= Henry Warren Williams (1830–1899) =

Henry Warren Williams (July 30, 1830 – January 25, 1899) was an American jurist who was a justice of the Supreme Court of Pennsylvania from 1887 until his death in 1899.

==Early life==
Williams was born on July 30, 1830, in Harford Township, Susquehanna County, Pennsylvania. He was the eldest of nine children. His father, Peter Williams, was a farmer and Henry spent his summers working on the farm. He began teaching at the age of fourteen and did so until he commenced his law studies. He graduated from the Franklin Academy and was accepted to Amherst College, but was unable to attend due to illness.

==Legal career==
In January 1852, Williams studied law with E. B. Chase in Montrose Park, Pennsylvania. He then studied under his uncle, John W. Guernsey, in Tioga County, Pennsylvania. Williams was admitted to the Tioga County bar in January 1854 and began practicing in Wellsboro, Pennsylvania. He was admitted to practice before the Pennsylvania Supreme Court in 1855 and the federal district and circuit courts in 1856.

In March 1865, Williams was appointed an additional judge of the Fourth Judicial District, which consisted of Tioga, Potter, McKean, Elk, and Clearfield counties, by Governor Andrew Gregg Curtin. Williams was elected in November 1865 and elected president judge in 1871 and 1881. In 1874, redistricting added Cameron County and removed Elk and Clearfield counties from Williams' district. In 1876, he was appointed by Governor John F. Hartranft to serve on a commission that reviewed and recommended amendments to the Commonwealth's revised constitution.

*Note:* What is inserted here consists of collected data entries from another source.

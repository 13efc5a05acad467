package page

import (
	"errors"
	"reflect"
	"slices"
	"strings"
	"testing"

	"tayra/dose"
)

// leavesOf are the paths of all values that a case file may have.
func leavesOf(t reflect.Type, path string) []string {
	var out []string
	for i := range t.NumField() {
		f := t.Field(i)
		key := keyOf(f)
		if key == "" {
			continue
		}
		switch at := path + key; {
		case f.Type == entryType, f.Type == listType, f.Type == namedType:
			out = append(out, at)
		case f.Type.Kind() == reflect.Struct:
			out = append(out, leavesOf(f.Type, at+".")...)
		case f.Type.Kind() == reflect.Slice:
			out = append(out, leavesOf(f.Type.Elem(), at+"[#].")...)
		}
	}
	return out
}

// A case file that is opened may use any key: one without a field on the form
// would be lost.
func TestTheFormHasEveryKeyOfTheCaseFile(t *testing.T) {
	labels := formLabels()
	leaves := leavesOf(reflect.TypeFor[dose.CaseInput](), "")
	if len(leaves) < 50 {
		t.Fatalf("only %d keys: %q", len(leaves), leaves)
	}
	for _, path := range leaves {
		switch path {
		case "overrides": // asked for where the stop stands
		case "method.thresholds":
			for _, name := range thresholdNames(t) {
				if _, ok := labels[path+"."+name]; !ok {
					t.Errorf("no field for the threshold %s", name)
				}
			}
		default:
			if _, ok := labels[path]; !ok {
				t.Errorf("no field for %s", path)
			}
		}
	}
	for path := range labels {
		name, isThreshold := strings.CutPrefix(path, "method.thresholds.")
		if isThreshold && !slices.Contains(thresholdNames(t), name) || !isThreshold && !slices.Contains(leaves, path) {
			t.Errorf("the field %s has no key", path)
		}
	}
	for path, label := range labels {
		if strings.TrimSpace(label) == "" {
			t.Errorf("%s has no label", path)
		}
	}
}

// faultAt is what the check of a case says of one field.
func faultAt(t *testing.T, pairs []pair, path string) *dose.InputError {
	t.Helper()
	in, err := caseOf(pairs)
	if err != nil {
		t.Fatal(err)
	}
	_, err = in.Check()
	var faults dose.InputErrors
	errors.As(err, &faults)
	for _, f := range faults {
		if fieldPath(f.Field) == path {
			return f
		}
	}
	return nil
}

// listed are the words of "write a, b or c".
func listed(remedy string) []string {
	return strings.FieldsFunc(strings.TrimPrefix(remedy, "write "), func(r rune) bool { return r == ',' || r == ' ' })
}

func thresholdNames(t *testing.T) []string {
	t.Helper()
	const path = "method.thresholds.no-such-threshold"
	f := faultAt(t, []pair{{path, "1"}}, path)
	if f == nil {
		t.Fatal("an unknown threshold is taken")
	}
	return slices.DeleteFunc(listed(f.Remedy), func(w string) bool { return w == "or" })
}

// Every word that the form offers is one that the case file knows.
func TestTheFormOffersWordsThatAreKnown(t *testing.T) {
	for _, g := range formGroups() {
		for _, f := range slices.Concat(g.Fields, g.More) {
			path := strings.Replace(f.Path, "#", "0", 1)
			for _, w := range f.Words {
				pairs := []pair{{path, w.Value}}
				if path == "method.equation" {
					pairs = append(pairs, pair{"method.basis", "equation"})
				}
				if path == "product.divisible" {
					pairs = append(pairs, pair{"product.strength", "250 mg per tablet"})
				}
				if fault := faultAt(t, pairs, path); fault != nil {
					t.Errorf("%s: %v", path, fault)
				}
			}
			if len(f.Words) > 0 {
				if faultAt(t, []pair{{path, "nonsense"}}, path) == nil {
					t.Errorf("%s takes any word: should it be a list of words?", path)
				}
			}
		}
	}
}

// Units stand beside the fields in which quantities are typed: a bare number is
// refused there, and nowhere else.
func TestUnitsStandBesideQuantities(t *testing.T) {
	pure := map[string]bool{"product.days": true, "method.q10": true, "date": true, "product.container": true}
	for _, g := range formGroups() {
		for _, f := range slices.Concat(g.Fields, g.More) {
			path := strings.Replace(f.Path, "#", "0", 1)
			if f.Kind != "" || strings.HasPrefix(path, "method.thresholds.") || pure[path] {
				continue
			}
			fault := faultAt(t, []pair{{path, "7"}, {"models[0].half_life", "1 h"}}, path)
			if path == "models[0].half_life" {
				fault = faultAt(t, []pair{{path, "7"}}, path)
			}
			if path == "product.step" || path == "product.largest_per_site" {
				fault = faultAt(t, []pair{{path, "7"}, {"product.strength", "50 mg/mL"}}, path)
			}
			if (fault != nil) != (f.Unit != "") {
				t.Errorf("%s: unit %q, but a bare number: %v", path, f.Unit, fault)
			}
		}
	}
}

func TestIDs(t *testing.T) {
	for path, want := range map[string]string{
		"date": "f-date", "patient.mass": "f-patient-mass", "models[0].tolerated.dose": "f-models-0-tolerated-dose", "overrides.narrow-margin": "f-overrides-narrow-margin",
	} {
		if got := idOf(path); got != want {
			t.Errorf("%s: %s, want %s", path, got, want)
		}
	}
	for path, want := range map[string]string{"patient.condition[2]": "patient.condition", "method.intervals[0]": "method.intervals", "models[1].dose": "models[1].dose"} {
		if got := fieldPath(path); got != want {
			t.Errorf("%s belongs to %s, want %s", path, got, want)
		}
	}
	for path, want := range map[string]bool{"models[12].dose": true, "models": false, "models[1]": false, "": false, "overrides.peak": true, "overrides": false, "patient.weight": false} {
		if _, got := onForm(path); got != want {
			t.Errorf("%q on the form: %v", path, got)
		}
	}
}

In 1887, Williams was the Republican nominee for a seat on the Supreme Court of Pennsylvania. On August 10, 1887, he was appointed by Governor James A. Beaver to fill the vacancy caused by the death of Chief Justice Ulysses Mercur. That November, he was elected to a 21-year term. Williams was recommended by the majority of Pennsylvania's Congressional delegation to succeed Joseph P. Bradley on the Supreme Court of the United States following his death in 1892, but Williams did not push for the appointment.

==Personal life==
On May 1, 1856, Williams married Sarah E. Nichols. They had one son and one daughter.

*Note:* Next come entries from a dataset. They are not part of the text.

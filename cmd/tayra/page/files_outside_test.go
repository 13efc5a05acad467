//go:build outside

package page

import (
	"bytes"
	"os"
	"path/filepath"
	"strings"
	"testing"

	"github.com/chromedp/chromedp"
)

// A file that is dropped or chosen fills the form in: a case file, a record, an
// earlier worksheet; one that is wrong changes nothing and says why.
func TestFilesFillTheFormIn(t *testing.T) {
	b := newTab(t, desk)
	b.drop("severalmodels.yaml", example(t, "severalmodels.yaml"))
	b.until(`document.getElementById("s-several")`)
	_, pdf := b.downloaded("[data-get='/worksheet/']")
	_, record := b.downloaded("[data-get='/record']")
	b.do(clickID("clear"))
	b.until(`document.getElementById("f-patient-species").value === ""`)
	b.settled()
	b.shows("#top", "Still to fill in")
	if eval[int](b, `document.querySelectorAll("[data-list=models] > [data-item]").length`) != 1 {
		t.Error("emptied, the form still has several models")
	}
	b.hides("#result", "mg/kg every")

	for name, data := range map[string][]byte{"worksheet.pdf": pdf, "record.json": record} {
		b.drop(name, data)
		b.until(`document.getElementById("open-notes").textContent.startsWith("The case of ` + name + ` is filled in")`)
		b.settled()
		if got := eval[string](b, `["f-models-2-species", "f-models-2-dose", "f-published-0-species", "f-date"].map((id) => document.getElementById(id).value).join()`); got != "sheep,7-9 mg/kg,southern tamandua,2026-11-30" {
			t.Errorf("%s: %s", name, got)
		}
		_, again := b.downloaded("[data-get='/record']")
		if !bytes.Equal(again, record) {
			t.Errorf("%s: the record is another", name)
		}
	}

	b.drop("alias.yaml", example(t, filepath.Join("hostile", "alias.yaml")))
	b.until(`document.activeElement.id === "open-notes"`)
	b.shows("#open-notes", "alias.yaml was not read.", "alias.yaml:5:12", "refers to an anchor")
	b.until(`document.getElementById("say").textContent === "alias.yaml was not read."`)
	if got := eval[string](b, `document.getElementById("f-models-2-species").value`); got != "sheep" {
		t.Errorf("a file that was refused changed the form: %q", got)
	}

	// Words that the form does not offer are shown, and refused in the same words
	// as by the command.
	odd := strings.Replace(strings.Replace(string(example(t, "anteater.yaml")), "stage: adult", "stage: teenage", 1), "[dehydrated]", "[thirsty, renal]", 1)
	b.drop("odd.yaml", []byte(odd))
	b.until(`document.getElementById("f-patient-stage").getAttribute("aria-invalid") === "true"`)
	b.shows("#e-f-patient-stage", `"teenage" is none of the words known here`)
	b.shows("#e-f-patient-condition", `"thirsty" is none of the words known here`)
	b.do(clickID("clear"))
	b.settled()
	b.hides("#f-patient-condition", "thirsty")
	if eval[bool](b, `[...document.getElementById("f-patient-stage").options].some((o) => o.value === "teenage")`) {
		t.Error("a word of the last case is still offered")
	}

	// Chosen by its button instead of dropped.
	path := filepath.Join(t.TempDir(), "stop.yaml")
	if err := os.WriteFile(path, example(t, "stop.yaml"), 0o666); err != nil {
		t.Fatal(err)
	}
	b.do(chromedp.SetUploadFiles(chromedp.ID("open"), []string{path}))
	b.until(`document.querySelector("#top .stopped")`)
}

func TestAListIsWorkedOut(t *testing.T) {
	b := newTab(t, desk)
	b.typeIn("date", "2026-11-30")
	b.drop("animals.csv", example(t, "batch/animals.csv"))
	b.until(`!document.getElementById("list-keep").hidden`)
	b.shows("#list-result", "10 rows: 7 drafted, 1 stopped, 2 failed.", "LW-0501", "1.04 to 63.6 mg/kg", "STOP same-species", "Wrong:")
	name, table := b.downloaded("#list-table")
	if name != "animals-drafted.csv" || !bytes.Equal(table, example(t, "batch/drafted.csv")) {
		t.Errorf("%s is not the command's table:\n%s", name, table)
	}
	name, sheets := b.downloaded("#list-sheets")
	if name != "animals-worksheets.pdf" || !bytes.HasPrefix(sheets, []byte("%PDF-")) {
		t.Errorf("%s, %d bytes", name, len(sheets))
	}
	b.typeIn("date", "2026-12-24") // of another day
	if !eval[bool](b, `document.getElementById("list-keep").hidden`) || strings.Contains(b.text("#list-result"), "mg/kg") {
		t.Error("a list's result stands beside another date")
	}
	b.typeIn("date", "soon")
	b.drop("animals.csv", example(t, "batch/animals.csv"))
	b.until(`document.getElementById("say").textContent.includes("is not a date")`)
	if !eval[bool](b, `document.getElementById("list-keep").hidden && !document.getElementById("list-result").childElementCount`) {
		t.Error("the last list's result stands beside a list that failed")
	}

	// A long list shows how far it is and can be stopped.
	row := "giant anteater,41 kg,examplicillin,dog,18 kg,10 mg/kg,q12h,invented\n"
	eval[bool](b, `{
		const data = new DataTransfer();
		data.items.add(new File(["species,mass,drug,model_species,model_mass,dose,interval,source\n" + "`+strings.TrimSpace(row)+`\n".repeat(300000)], "long.csv"));
		document.getElementById("f-date").value = "2026-11-30";
		document.body.dispatchEvent(new DragEvent("drop", {dataTransfer: data, bubbles: true, cancelable: true})); true }`)
	b.until(`document.getElementById("list-bar").value > 0`)
	b.do(clickID("list-stop"))
	b.until(`document.getElementById("say").textContent === "Stopped." && document.getElementById("list-work").hidden`)
}
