package page

import (
	"bytes"
	"encoding/json"
	"net/http"
	"net/url"
	"strings"
	"testing"
)

func batchRequest(what, name string, data []byte, shared ...pair) *http.Request {
	r := fileRequest("/batch/"+what+"?paper=a4", name, data)
	if shared == nil {
		shared = []pair{{"date", "2026-11-30"}}
	}
	text, _ := json.Marshal(shared)
	r.Header.Set("X-Shared", url.PathEscape(string(text)))
	return r
}

// batchAnswer takes an answer apart: its last line, and the file behind it.
func batchAnswer(t testing.TB, r *http.Request) (last batchLine, file []byte) {
	t.Helper()
	w := answer(r)
	if w.Code != 200 {
		t.Fatalf("status %d: %s", w.Code, w.Body)
	}
	for !last.Done {
		line, err := w.Body.ReadBytes('\n')
		if err != nil {
			t.Fatal("no last line", err)
		}
		if err := json.Unmarshal(line, &last); err != nil {
			t.Fatal(err)
		}
	}
	return last, w.Body.Bytes()
}

// The result is the command's, to the byte.
func TestAListOfAnimals(t *testing.T) {
	last, file := batchAnswer(t, batchRequest("table", "animals of today.csv", example(t, "batch/animals.csv")))
	if !bytes.Equal(file, example(t, "batch/drafted.csv")) {
		t.Errorf("not the command's table:\n%s", file)
	}
	if last.Failed || last.Name != "animals-of-today-drafted.csv" || last.Say != "10 rows: 7 drafted, 1 stopped, 2 failed." {
		t.Errorf("%+v", last)
	}
	text := seen(last.HTML)
	for _, s := range []string{
		"10 rows: 7 drafted, 1 stopped, 2 failed.",
		"1 LW-0501 Marisol, giant anteater 8.14 mg/kg 1.04 to 63.6 mg/kg 334 mg 12 hours WARN",
		"5.59 to 11.2 mg/kg",
		"5 LW-0505 Rex, dog no dose STOP same-species",
		`6 LW-0506 Nandi, giant anteater Wrong: mass: "41" has no unit; write the number with its unit, like "41 kg"`,
		"19,100 units/kg 3,690 to 99,000 units/kg 459,000 units 72 hours",
		"0.795 mg/kg/h 0.153 to 4.12 mg/kg/h 127 mg/h infusion",
		"not prescriptions",
	} {
		if !strings.Contains(text, s) {
			t.Errorf("the page does not say %q:\n%s", s, text)
		}
	}
}

func TestAListWithDecimalCommas(t *testing.T) {
	table := "species;mass;drug;model_species;model_mass;dose;interval;source\ngiant anteater;41,5 kg;examplicillin;dog;18 kg;10 mg/kg;q12h;invented\n"
	last, _ := batchAnswer(t, batchRequest("table", "t.csv", []byte(table)))
	text := seen(last.HTML)
	if !strings.Contains(text, "giant anteater 8.12 mg/kg") || !strings.Contains(text, "decimal comma") {
		t.Errorf("%s\n%s", last.Say, text)
	}
}

// All worksheets in one file: a page each at least, none for a row at fault.
func TestTheWorksheetsOfAList(t *testing.T) {
	last, file := batchAnswer(t, batchRequest("worksheets", "animals.csv", example(t, "batch/animals.csv")))
	if last.Failed || last.Name != "animals-worksheets.pdf" || !bytes.HasPrefix(file, []byte("%PDF-")) || !strings.HasPrefix(last.Say, "8 worksheets in one file.") {
		t.Errorf("%+v, %d bytes", last, len(file))
	}
}

func TestListsThatCannotBeUsed(t *testing.T) {
	good := "species,mass,drug,model_species,model_mass,dose,interval,source\n"
	for _, tt := range []struct {
		name, what, table string
		shared            []pair
		says              string
	}{
		{"no table", "table", "hello", nil, "list: "},
		{"empty", "table", "", nil, "list: "},
		{"a column missing", "table", "species,mass\ndog,18 kg\n", nil, "model_species"},
		{"no date", "table", good, []pair{{"date", ""}}, "Date: missing"},
		{"a wrong method", "table", good, []pair{{"date", "2026-11-30"}, {"method.q10", "9"}}, "Q10: "},
		{"no worksheet", "worksheets", good + "dog,18,x,cat,4 kg,1 mg/kg,q12h,invented\n", nil, "not one row"},
	} {
		t.Run(tt.name, func(t *testing.T) {
			last, file := batchAnswer(t, batchRequest(tt.what, "list", []byte(tt.table), tt.shared...))
			if !last.Failed || len(file) > 0 || !strings.Contains(last.Say, tt.says) {
				t.Errorf("%+v, %d bytes", last, len(file))
			}
		})
	}
	r := batchRequest("table", "list", []byte(good))
	r.Header.Set("X-Shared", "%5B")
	if w := answer(r); w.Code != http.StatusBadRequest {
		t.Errorf("status %d", w.Code)
	}
	if w := answer(batchRequest("table", "list", make([]byte, maxTable+1))); w.Code != http.StatusRequestEntityTooLarge {
		t.Errorf("status %d", w.Code)
	}
	if w := answer(batchRequest("anything", "list", []byte(good))); w.Code != http.StatusNotFound {
		t.Errorf("status %d for what is not offered", w.Code)
	}
}

// The rows on the page are the first; how many more the file has is said.
func TestALongList(t *testing.T) {
	var table strings.Builder
	table.WriteString("species,mass,drug,model_species,model_mass,dose,interval,source\n")
	for range 700 {
		table.WriteString("giant anteater,41 kg,examplicillin,dog,18 kg,10 mg/kg,q12h,invented\n")
	}
	last, file := batchAnswer(t, batchRequest("table", "list.csv", []byte(table.String())))
	if bytes.Count(file, []byte("\n")) != 701 || !strings.Contains(seen(last.HTML), "650 more rows in the file.") {
		t.Errorf("%d lines; %s", bytes.Count(file, []byte("\n")), last.Say)
	}
}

Williams was a supporter of the Temperance movement and involved in YMCA and Sunday school work. He was a delegate to the 1868 Republican National Convention. In 1877, he was a representative of the Presbyterian Church in the United States of America in the General Presbyterian Council in Edinburgh. In 1881, he was a vice president of the International Sunday School Association convention in Toronto. Williams was a member of the Ossea No. 317 Masonic Temple and was grand master of the Grand Lodge of Pennsylvania in 1899.

==Death==
Williams died on January 25, 1899, at his apartment in the Continental Hotel in Philadelphia. His cause of death was reported to be "valvular disease and hypertrophy of the heart". Although Williams had suffered from cardiac issues for several years, his death was unexpected. He had presided over the inauguration of Governor William A. Stone eight days earlier.